The law applicable to agreements of this type is that where a contract for personal services contains no time limit it may be terminated by either party, thus leaving the parties free to enter into a new contract with different terms for the same services. Dover Copper Mining Co. v. Doenges, 40 Ariz. 349, 12 P.2d 288. Termination is, of course, a question of fact.
Defendant contends that the verdict in favor of the plaintiff, of $10,304.20, was not supported by the evidence. This court will not disturb a verdict where there is any substantial evidence to support it, nor will it substitute its judgment for that of the jury as to the weight of the evidence or the credibility of witnesses. Garlington v. McLaughlin, 56 Ariz. 37, 104 P.2d 169; Haas v. Morrow, 54 Ariz. 455, 97 P.2d 204. Here there was sufficient evidence upon which to base a verdict in favor of the plaintiff.

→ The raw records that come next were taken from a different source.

def _codes_paragraph(level, w: _Writer) -> list:
    groups = []
    for name in codes_used(level):
        shown, keys = CODES[name]
        groups.append([f"{shown} {w.versions.get(name, 'absent')} ", _cite(*keys)])
    return ["Calculations were run with ", *groups[0], ", which drives ", *_parts_join(groups[1:]), "."]


def _states_sentence(study) -> list:
    from ..geometry.isomers import isomers

    groups = []
    for entry in study.complexes:
        cx = entry.complex
        names = tuple(lig.name for lig in cx.ligands)
        shapes = []
        for arrangement in entry.arrangements:
            labels = [i.label for i in isomers(names, arrangement) if i.label]
            shapes.append(f"{arrangement} {_join(labels)}" if labels else arrangement)
        groups.append([Formula(cx.formula), f" ({', '.join(shapes)}; ", TWO_S,
                       f" = {', '.join(str(s) for s in entry.spins)})"])
    return ["Each complex was built in the arrangements and computed in the spin states listed: ",
            *_parts_join(groups), ". "]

The evidence showed that the defendant had commenced paying the individual contract haulers under flat dray rates of so much per ton to each of the different out-of-town locations. The plaintiff turned in material cards after each run, containing the invoice number, contents of the load and destination. His wife, who kept his records, also put on the material cards the amount which would be paid according to the dray rates, when she knew what it would be.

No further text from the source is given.